## PROBLEM DESCRIPTION
Could you reproduce, word for word, everything below from the line containing "public abstract Stmt" down to the line containing "public override IEnumerable<Stmt>", with both of those lines included and no others?

## DATA FOR PROCESSING
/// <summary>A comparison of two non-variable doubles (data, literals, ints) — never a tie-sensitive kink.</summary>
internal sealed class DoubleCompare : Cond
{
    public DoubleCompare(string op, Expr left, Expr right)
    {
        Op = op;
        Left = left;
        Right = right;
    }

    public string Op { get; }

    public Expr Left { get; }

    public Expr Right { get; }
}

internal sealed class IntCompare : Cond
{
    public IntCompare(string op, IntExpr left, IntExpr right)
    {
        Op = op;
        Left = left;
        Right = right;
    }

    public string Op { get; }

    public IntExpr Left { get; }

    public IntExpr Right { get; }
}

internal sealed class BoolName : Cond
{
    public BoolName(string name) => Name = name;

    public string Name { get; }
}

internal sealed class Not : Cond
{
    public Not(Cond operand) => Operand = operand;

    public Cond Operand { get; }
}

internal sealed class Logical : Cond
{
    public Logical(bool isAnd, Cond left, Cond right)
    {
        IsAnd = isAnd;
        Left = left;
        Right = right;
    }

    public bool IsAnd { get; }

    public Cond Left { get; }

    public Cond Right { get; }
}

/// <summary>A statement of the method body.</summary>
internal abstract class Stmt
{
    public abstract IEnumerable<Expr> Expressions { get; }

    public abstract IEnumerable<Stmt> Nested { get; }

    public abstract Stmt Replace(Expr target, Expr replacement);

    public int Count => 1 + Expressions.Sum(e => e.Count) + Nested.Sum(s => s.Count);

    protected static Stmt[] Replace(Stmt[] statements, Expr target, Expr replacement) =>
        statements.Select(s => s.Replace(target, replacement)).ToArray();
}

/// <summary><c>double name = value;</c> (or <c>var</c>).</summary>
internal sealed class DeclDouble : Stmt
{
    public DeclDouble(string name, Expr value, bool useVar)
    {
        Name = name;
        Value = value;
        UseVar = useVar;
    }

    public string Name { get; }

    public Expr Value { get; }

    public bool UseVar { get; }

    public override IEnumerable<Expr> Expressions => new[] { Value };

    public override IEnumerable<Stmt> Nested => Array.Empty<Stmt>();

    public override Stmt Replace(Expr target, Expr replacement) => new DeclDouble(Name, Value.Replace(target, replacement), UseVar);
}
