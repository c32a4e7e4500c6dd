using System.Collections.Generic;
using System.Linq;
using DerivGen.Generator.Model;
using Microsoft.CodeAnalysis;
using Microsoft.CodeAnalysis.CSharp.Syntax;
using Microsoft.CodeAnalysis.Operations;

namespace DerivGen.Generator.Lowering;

## EXPECTED ANSWER
    public abstract Stmt Replace(Expr target, Expr replacement);

    public int Count => 1 + Expressions.Sum(e => e.Count) + Nested.Sum(s => s.Count);

    protected static Stmt[] Replace(Stmt[] statements, Expr target, Expr replacement) =>
        statements.Select(s => s.Replace(target, replacement)).ToArray();
}

/// <summary><c>double name = value;</c> (or <c>var</c>).</summary>
internal sealed class DeclDouble : Stmt
{
    public DeclDouble(string name, Expr value, bool useVar)
    {
        Name = name;
        Value = value;
        UseVar = useVar;
    }

    public string Name { get; }

    public Expr Value { get; }

    public bool UseVar { get; }

    public override IEnumerable<Expr> Expressions => new[] { Value };

    public override IEnumerable<Stmt> Nested => Array.Empty<Stmt>();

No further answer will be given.